---------- RECORD EXCERPTS
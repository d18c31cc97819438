package model

import "sort"

// fades keep what is left of the modes of every axis at the instants of the scan, half way between them, and before changes of surroundings: whoever
// looks for the least favourable place asks for the course of hundreds of places at these instants, and what is left is the same at all of them.
type fades struct {
	t    []float64    // rising, s
	keep [][3]int     // by instant and axis: how many modes are worth keeping; 0: not worked out yet
	left [3][]float64 // by axis: all modes of each instant

	between [3][maxDegrees]float64 // by axis: what is left at the last instant that is not kept
}

// whole is what is left along an axis without extent.
var whole = []float64{1}

// remembers is a field that keeps its fades.
type remembers interface{ remember(times []float64) }

// start begins to keep the fades of rising instants.
func (d *fades) start(times []float64) { *d = fades{t: times} }

// remembered are the instants of a scan at which its field keeps its fades.
func (h *History) remembered(times []float64) []float64 {
	all := make([]float64, 0, 2*len(times)+4*len(h.settling))
	for i, t := range times {
		if i > 0 {
			all = append(all, (times[i-1]+t)/2)
		}
		all = append(all, t)
	}
	for i := range h.settling {
		all = append(all, h.settling[i].before()...)
	}
	return rising(all)
}

// first is where to look for an instant, and for those after it.
func (d *fades) first(t float64) int { return sort.SearchFloat64s(d.t, t) }

// find goes on from a place to an instant, and tells whether it is kept.
func (d *fades) find(from int, t float64) (at int, ok bool) {
	for from < len(d.t) && d.t[from] < t {
		from++
	}
	return from, from < len(d.t) && d.t[from] == t
}

// along gives what is left of an axis at an instant that is kept, tau after its step began or a medium changed.
func (d *fades) along(a, i int, x *axis, step *axisStep, tau float64) []float64 {
	if x.kind == lumped {
		return whole
	}
	if d.keep == nil {
		d.keep = make([][3]int, len(d.t))
	}
	if d.left[a] == nil {
		d.left[a] = make([]float64, len(d.t)*x.n)
	}
	left, keep := d.left[a][i*x.n:][:x.n], &d.keep[i][a]
	if *keep == 0 {
		*keep = decays(step.rate, tau, left)
	}
	return left[:*keep]
}

// elsewhere gives what is left of an axis at an instant that is not kept, until it is asked for another.
func (d *fades) elsewhere(a int, x *axis, step *axisStep, tau float64) []float64 {
	if x.kind == lumped {
		return whole
	}
	e := d.between[a][:x.n]
	return e[:decays(step.rate, tau, e)]
}

// one gives what is left of the first axis at an instant; kept goes on to it.
func (d *fades) one(kept *int, t float64, x *axis, step *axisStep, tau float64) []float64 {
	var ok bool
	if *kept, ok = d.find(*kept, t); ok {
		return d.along(0, *kept, x, step, tau)
	}
	return d.elsewhere(0, x, step, tau)
}

// on gives what is left of each axis at an instant; kept goes on to it.
func (d *fades) on(kept *int, t float64, axes *[3]*axis, steps *[3]*axisStep, tau float64) (left [3][]float64) {
	var ok bool
	*kept, ok = d.find(*kept, t)
	for a, x := range axes {
		if ok {
			left[a] = d.along(a, *kept, x, steps[a], tau)
		} else {
			left[a] = d.elsewhere(a, x, steps[a], tau)
		}
	}
	return left
}
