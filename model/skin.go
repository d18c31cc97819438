package model

// temporary stand-in
type skin struct {
	held, insulated bool
	e               *Exposure
	f               FilmUsed
	law             func(c, tau float64) (float64, float64)
}

func (s *skin) flux(c, tau float64) (float64, float64) {
	if s.law != nil {
		return s.law(c, tau)
	}
	return s.f.TotalW * (s.e.Medium.at(tau) - c), -s.f.TotalW
}
func (s *skin) mediumC(tau float64) float64 { return s.e.Medium.at(tau) }
func (s *skin) used(face *Face) FilmUsed    { f := s.f; f.Face = face; return f }
func (e *Exposure) reacts() bool            { return e.Surface.law != nil }

func (p *Product) Foods() []*Material { return []*Material{p.Food} }
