// roastFilm is the mean of the film with radiation over the roasting of a turkey: the heat that it took by area, time and difference.
func roastFilm() (float64, error) {
	const kg, airC, startC = 8.0, 162.8, 4.44
	p := model.Properties{KWmK: 0.464, RhoKgM3: 1050, CJkgK: 3500}
	r, endS := math.Cbrt(kg/p.RhoKgM3*3/4/math.Pi), (155+11*kg)*60
	b := body(model.Sphere, r, startC)
	b.Food = material(p)
	h, err := Problem{"turkey", b, []model.Step{step("roast", endS, still(airC, false))}}.history()
	if err != nil {
		return 0, err
	}
	s := h.Sample(endS / 400)
	kelvinS, last := 0.0, len(s.TimesS)-1
	for i, t := range s.TimesS[1:] {
		surface := (h.At(model.Place{UpM: r}, t) + h.At(model.Place{UpM: r}, s.TimesS[i])) / 2
		kelvinS += (airC - surface) * (t - s.TimesS[i])
	}
	return p.RhoKgM3 * p.CJkgK * r / 3 * (s.Mean[last] - startC) / kelvinS, nil
}

// spread is a piece as its least favourable measures would have it: thicker, colder and a worse conductor.
func spread(p model.Product) model.Product {
	food := p.Food
	worse := *food
	worse.Props = func(c float64) model.Properties {
		q := food.Props(c)
		q.KWmK *= 0.95
		return q
	}
	p.Food, p.StartC = &worse, p.StartC-2
	p.Size.ThicknessM *= 1.05
	return p
}

// wetDough is the highest temperature anywhere in a wet solid in a hot oven whose relative humidity, %, is given at the start and at the end;
// nil: dry air.
func wetDough(rh []float64) (float64, error) {
	e := still(205, true)
	e.Medium = model.Course{TimesS: []float64{0, 1500}, C: []float64{180, 205}, RH: rh}
	h, err := Problem{"dough", pieceOf("Beef, top round, lean, raw", model.ShortCylinder, model.Size{DiameterM: 0.116, LengthM: 0.0475}, 30), []model.Step{step("bake", 1500, e)}}.history()
	if err != nil {
		return 0, err
	}
	top := math.Inf(-1)
	for _, c := range h.Sample(30).Hottest {
		top = max(top, c)
	}
	return top, nil
}
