// A known flow goes in and out again: in every shape what is gained is the flow by surface and time, and at the end the food holds as much
// heat as at the start, to 1e-9, whatever it did in between: freezing, thawing, or properties that follow the temperature.
func TestFreezingAndThawingReturnTheHeat(t *testing.T) {
	if testing.Short() {
		t.Skip("long")
	}
	worst := 0.0
	eachDrawn(t, 1, marchedShapes, func(t *testing.T, d *drawn) {
		const durationS = 12000.0
		heat := 1.5e8 // J/m³
		if d.freezes {
			heat = -3e8
		}
		q := heat / durationS / faceByVolume(&d.Product)
		steps := []Step{{Name: "there", Stage: Cool, DurationS: durationS, Exposure: flowing(q)}, {Name: "back", Stage: Cool, DurationS: durationS, Exposure: flowing(-q)}}
		e := effort{more: 1, tolK: 2e-2}
		if d.Shape == Brick && d.freezes {
			e.more = 0.6 // for its time
		}
		s, f := readyMarch(t, &d.Product, steps, e)
		s.main = f
		before := heatContent(f)
		for i, want := range []float64{heat, 0} {
			span := Span{Step: &steps[i], StartS: float64(i) * durationS}
			s.chain = append(s.chain, s.marchStep(f, &span, e))
			off := math.Abs(heatContent(f)-before-want) / math.Abs(heat)
			tol := 1e-9
			if d.Shape == Spheroid && i == 0 {
				tol = 1e-6 // the surface of a spheroid is a sum over nodes
			} else {
				worst = max(worst, off)
			}
			if off > tol {
				t.Errorf("step %d: %.10g J/m³ gained, %.10g came in", i, heatContent(f)-before, want)
			}
		}
	})
	t.Logf("worst %.2g", worst)
}

// Nothing gets colder or hotter than the start and the media in films that are constant; nodes are looked at, which nothing clamps.
func TestMarchedNodesStayBetweenStartAndMedia(t *testing.T) {
	if testing.Short() {
		t.Skip("long")
	}
	eachDrawn(t, 1, marchedShapes, func(t *testing.T, d *drawn) {
		e := effort{more: 1, tolK: 2e-3}
		if d.Shape == Brick && d.freezes {
			e.more = 0.6 // for its time
		}
		s, _ := readyMarch(t, &d.Product, d.steps, e)
		h, f := s.marchOnce(e)
		low, high := d.StartC, d.StartC
		for i := range h.Spans {
			c := d.steps[i].Medium.C[0]
			low, high = min(low, c), max(high, c)
			a, b := f.track.reach(h.Spans[i].StartS+h.settle, h.Spans[i].EndS)
			if off := max(low-a, b-high); off > 2e-3 {
				t.Errorf("step %d: %.5f to %.5f °C, outside %.5f to %.5f", i, a, b, low, high)
			}
		}
	})
}

// apartK is the largest difference of two histories of one chain at the places and instants of the first's scan, from the settling of each
// step on.
func apartK(a, b *History) float64 {
	worst := 0.0
	var times, before []float64
	for _, sp := range a.Spans {
		for tau := a.settle; ; tau *= 1.5 {
			at := min(sp.StartS+tau, sp.EndS)
			times, before = append(times, at), append(before, at-lately*(at-sp.StartS))
			if at == sp.EndS {
				break
			}
		}
	}
	x, y := make([]float64, len(times)), make([]float64, len(times))
	for _, spot := range a.Scan().Spots {
		a.Course(spot.Place, times, x)
		b.Course(spot.Place, times, y)
		for i := range x {
			if off := math.Abs(x[i] - y[i]); off > worst && !atIce(a, spot.Place, times[i]) && !atIce(b, spot.Place, times[i]) &&
				!(severalWays(a.Product) && atIce(b, spot.Place, before[i])) {
				worst = off
			}
		}
	}
	return worst
}

// severalWays tells whether heat goes through a product in two or three directions.
func severalWays(p *Product) bool {
	return p.Shape == ShortCylinder || p.Shape == Bar || p.Shape == Brick || p.Shape == Spheroid
}

// atIce tells whether a front of ice stands within a control volume and a half of a place, in several directions within two of the rougher
// march, where the stated error does not hold: both frozen and unfrozen food lie around it.
func atIce(h *History, p Place, at float64) bool {
	var zeros []float64
	for _, f := range h.Product.Foods() {
		if f.freezes() {
			zeros = append(zeros, *f.FreezingC)
		}
	}
	half := reach(h.Product)
	share := 0.07 // of a half axis of 48 volumes
	if half[1] < 1 {
		share = 0.2 // of one of 18
	}
	if h.Product.Shape == Bar || h.Product.Shape == ShortCylinder || h.Product.Shape == Spheroid {
		share = 0.12 // of one of 30
	}
	for _, zero := range zeros {
		frozen := h.At(p, at) < zero
		for i, r := range half {
			for _, d := range []float64{-share, -share / 2, share / 2, share} {
				q := p
				to := []*float64{&q.UpM, &q.AcrossM, &q.AlongM}[i]
				if r == 0 || math.IsInf(r, 1) {
					continue
				}
				*to = max(-r, min(r, *to+d*r))
				if h.At(q, at) < zero != frozen {
					return true
				}
			}
		}
	}
	return false
}

// The error that a history states holds against a march with more nodes and a finer tolerance in time. Freezing bricks are left out for the
// time that they take: bars go the same way.
func TestStatedErrorOfMarchesIsHonest(t *testing.T) {
	if testing.Short() {
		t.Skip("long")
	}
	most := 0.0
	eachDrawn(t, 2, marchedShapes, func(t *testing.T, d *drawn) {
		e := effort{more: 1.7, tolK: 2e-4}
		if d.freezes {
			switch d.Shape {
			case Brick:
				return
			case Spheroid:
				e = effort{more: 2, tolK: 2e-3}
			case Bar, ShortCylinder:
				e = effort{more: 1.6, tolK: 1e-2}
			default:
				e = effort{more: 8, tolK: 5e-4}
			}
		} else if d.Shape == LayeredSlab {
			e.more = 5
		}
		h, err := Solve(d.Product, d.steps, Options{})
		if err != nil {
			t.Fatal(err)
		}
		s, _ := readyMarch(t, &d.Product, d.steps, e)
		fine, _ := s.marchOnce(e)
		if fine == nil {
			t.Fatal(s.refused)
		}
		off := apartK(h, fine)
		most = max(most, off/h.ErrorK)
		t.Logf("stated %.4f K, true %.4f K", h.ErrorK, off)
		if off > 2*h.ErrorK+0.002 {
			t.Errorf("%+v: stated %.4f K, true %.4f K", d.Size, h.ErrorK, off)
		}
	})
	t.Logf("at most %.2f of the stated error", most)
}

// A food of constant properties that is marched, because its properties stand in a table, agrees with the method that is exact in time, to
// the errors that both state.
func TestMarchesAgreeWithTheExactMethod(t *testing.T) {
	eachDrawn(t, 2, marchedShapes, func(t *testing.T, d *drawn) {
		if d.freezes {
			return
		}
		var solved [2]*History
		for i, table := range []bool{true, false} {
			p := d.Product
			plain := func(m *Material) *Material {
				c := *m
				q := m.Props(40)
				c.Table, c.Props = table, func(float64) Properties { return q }
				return &c
			}
			if p.Food != nil {
				p.Food = plain(p.Food)
			}
			p.Layers = append([]Layer(nil), p.Layers...)
			for j := range p.Layers {
				p.Layers[j].Food = plain(p.Layers[j].Food)
			}
			var err error
			if solved[i], err = Solve(p, d.steps, Options{}); err != nil {
				t.Fatal(err)
			}
		}
		m, x := solved[0], solved[1]
		if m.Spans[0].Method != Marched || x.Spans[0].Method != ExactInTime {
			t.Fatalf("%s and %s", m.Spans[0].Method, x.Spans[0].Method)
		}
		worst := apartK(m, x)
		t.Logf("%.4f K apart, stated %.4f and %.4f K", worst, m.ErrorK, x.ErrorK)
		if worst > 2*(m.ErrorK+x.ErrorK)+0.002 {
			t.Errorf("%+v: %.4f K apart, stated %.4f and %.4f K", d.Size, worst, m.ErrorK, x.ErrorK)
		}
	})
}

// Heat that must pass a contact to warm the lower layer: marched layers agree with the method that is exact in time, so closely that 2 % of the
// contact resistance would be seen, at 0.4 K.
func TestMarchedContact(t *testing.T) {
	steps := []Step{{Name: "oven", Stage: Cook, DurationS: 7300, Exposure: filmTo(31, 158), Faces: []FaceExposure{{Face: Underside, Exposure: Exposure{Surface: Insulated}}}}}
	var h [2]*History
	for i, table := range []bool{true, false} {
		food := func(q Properties) *Material {
			return &Material{Name: "test food", Source: "input of the test", Table: table, LowC: -50, HighC: 250, Waterless: true, Props: func(float64) Properties { return q }}
		}
		p := Product{Name: "p", Shape: LayeredSlab, Size: Size{ThicknessM: 0.041}, StartC: 6,
			Layers: []Layer{{Food: food(Properties{0.47, 1040, 3500}), ThicknessM: 0.019, BelowM2KW: 0.052}, {Food: food(Properties{0.39, 980, 3100}), ThicknessM: 0.022}}}
		var err error
		if h[i], err = Solve(p, steps, Options{}); err != nil {
			t.Fatal(err)
		}
	}
	if h[0].Spans[0].Method != Marched || h[1].Spans[0].Method != ExactInTime {
		t.Fatalf("%s and %s", h[0].Spans[0].Method, h[1].Spans[0].Method)
	}
	most := min(0.04, 2*(h[0].ErrorK+h[1].ErrorK)+0.002)
	for _, at := range []float64{1900, 4100, 7300} {
		for _, up := range []float64{0.0205, 0.0019, 0.0011, -0.0205} { // the contact lies at 0.0015
			if a, b := h[0].At(Place{UpM: up}, at), h[1].At(Place{UpM: up}, at); math.Abs(a-b) > most {
				t.Errorf("%g s, %g m: marched %.4f °C, exactly %.4f, apart by more than %.4f K", at, up, a, b, most)
			}
		}
	}
}

// marchOnceFor marches a product with an effort of one's own.
func marchOnceFor(t testing.TB, p Product, steps []Step, e effort) *History {
	t.Helper()
	if found := Check(p, steps); found.Faults() > 0 {
		t.Fatal(found)
	}
	s := &solver{product: &p, steps: steps, options: Options{ConductivityFactor: 1}, tmp: new(scratch)}
	s.layOut()
	h, _ := s.marchOnce(e)
	if len(s.refused) > 0 {
		t.Fatal(s.refused)
	}
	return h
}

// inStepsOf marches to an end, s, in n equal steps and gives the heat contents there.
func inStepsOf(t *testing.T, f *marched, skins func(*Face) *skin, endS float64, n int) []float64 {
	t.Helper()
	f.state.surround(skins)
	f.state.begin(0)
	f.state.keep(f.track, 0)
	d := endS / float64(n)
	for i := range n {
		if e := f.state.try(float64(i)*d, d); math.IsInf(e, 0) || math.IsNaN(e) {
			t.Fatalf("step %d of %d: error %g", i, n, e)
		}
		f.state.accept(f.track, float64(i+1)*d)
	}
	switch m := f.state.(type) {
	case *lineMarch:
		return m.h
	case *modesMarch:
		m.leave()
		return m.h
	}
	return f.state.(*spaceMarch).h
}
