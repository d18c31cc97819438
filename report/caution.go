package report

import (
	_ "embed"
	"strings"
)

//go:embed caution.txt
var cautionText string

// CautionText is what every document says about itself, one sentence or two a paragraph.
// SAFETY.md holds the same words.
func CautionText() []string { return strings.Split(strings.TrimSpace(cautionText), "\n") }
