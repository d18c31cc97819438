package model

import (
	"fmt"
	"math"
	"testing"
)

// Film coefficients of air blown over a long round piece, W/(m²·K), air at 10 °C, convection only: Churchill & Bernstein 1977,
// worked out apart from this program with tabulated air (figures printed to 0.1).
func TestAirOverCylinder(t *testing.T) {
	for _, c := range []struct{ diameterM, airMS, want float64 }{
		{0.11, 0.3, 5.6}, {0.11, 0.5, 7.3}, {0.11, 1, 10.6}, {0.11, 1.2, 11.7}, {0.11, 2, 15.6}, {0.11, 3, 19.7}, {0.11, 5, 26.7},
		{0.178, 0.3, 4.4}, {0.178, 1, 8.5}, {0.178, 2, 12.7}, {0.178, 3, 16.2}, {0.178, 5, 22.3},
	} {
		t.Run(fmt.Sprintf("%g m, %g m/s", c.diameterM, c.airMS), func(t *testing.T) {
			a := airAt(10, 0)
			got := churchillBernstein(c.airMS*c.diameterM/a.nu(), a.pr()) * a.k / c.diameterM
			if math.Abs(got-c.want) > 0.015*c.want { // two tables of air differ by 1 %
				t.Errorf("%.2f W/(m²·K), want %.1f", got, c.want)
			}
		})
	}
}

// Still cold room, joints of 50 to 180 mm, air 2 °C, surface 5 to 40 K warmer: 3 to 6.2 W/(m²·K) without radiation
// (Churchill & Chu 1975, worked out apart from this program).
func TestStillAirOverCylinder(t *testing.T) {
	film := func(diameterM, excess float64) float64 {
		w, _ := stillAir(&filmCase{shape: Cylinder, size: Size{DiameterM: diameterM}, foodC: 2 + excess, mediumC: 2})
		return w
	}
	if low, high := film(0.18, 5), film(0.05, 40); math.Abs(low-3) > 0.15 || math.Abs(high-6.2) > 0.25 {
		t.Errorf("%.2f and %.2f W/(m²·K), want 3 and 6.2", low, high)
	}
}

// Formulas at one state each, worked out by hand from the printed form (numbers typed here, not taken from the code).
func TestCorrelations(t *testing.T) {
	for _, c := range []struct {
		name      string
		got, want float64
	}{
		{"flat plate, laminar, Re 40000, Pr 0.71: 0.664·200·0.8921", plateForced(40000, 0.71), 118.47},
		{"flat plate beyond the laminar range, the laminar formula as a lower bound, Re 1e6, Pr 0.71: 0.664·1000·0.8921", plateForced(1e6, 0.71), 592.4},
		{"sphere at the end of the range, Re 50000, Pr 0.71: 2+0.47·223.61·0.8840", sphereForced(5e4, 0.71), 94.90},
		{"sphere in a stream, Re 2500, Pr 0.71: 2+0.47·50·0.8840", sphereForced(2500, 0.71), 22.774},
		{"sphere in still air, Ra 1e5, Pr 0.71: 2+0.589·17.783/1.2959·1.0002", sphereFree(1e5, 0.71), 10.084},
	} {
		t.Run(c.name, func(t *testing.T) {
			if math.Abs(c.got-c.want) > 2e-3*c.want {
				t.Errorf("%.4f, want %.4f", c.got, c.want)
			}
		})
	}
}

// Dry air at 20 °C and sea level: any textbook table (from memory): 1.204 kg/m³, 1.82e-5 Pa·s, 0.0257 W/(m·K).
// The standard atmosphere at 2000 m: 79495 Pa (ICAO, from memory). Water boils at 100.0 °C at the sea and at 93.3 °C at 2000 m (from memory).
func TestAirAndBoiling(t *testing.T) {
	a := airAt(20, 0)
	for _, c := range []struct {
		name           string
		got, want, tol float64
	}{
		{"density", a.rho, 1.204, 0.003}, {"viscosity", a.mu, 1.82e-5, 2e-7}, {"conductivity", a.k, 0.0257, 2.5e-4},
		{"pressure at 2000 m", pressurePa(2000), 79495, 40}, {"boiling at the sea", boilingC(0), 100, 0.05}, {"boiling at 2000 m", boilingC(2000), 93.3, 0.15},
	} {
		if math.Abs(c.got-c.want) > c.tol {
			t.Errorf("%s: %g, want %g", c.name, c.got, c.want)
		}
	}
}

func TestMovingAirIsNeverBelowStill(t *testing.T) {
	for _, shape := range []*Shape{Slab, Sphere, Cylinder, Brick} {
		c := filmCase{shape: shape, size: Size{ThicknessM: 0.05, WidthM: 0.1, LengthM: 0.2, DiameterM: 0.07}, foodC: 60, mediumC: 4, airMS: 0.01}
		still, _ := stillAir(&c)
		if moving, _ := movingAir(&c); moving < still {
			t.Errorf("%s: %g below %g", shape.Name, moving, still)
		}
	}
}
--------------------
*REQUIRED ACTION*.
Look through the data above. Find each line with the string "struct" and copy it.

*TASK OUTPUT*.
type fades struct {
type skin struct {
	for _, c := range []struct{ diameterM, airMS, want float64 }{
	for _, c := range []struct {
	for _, c := range []struct {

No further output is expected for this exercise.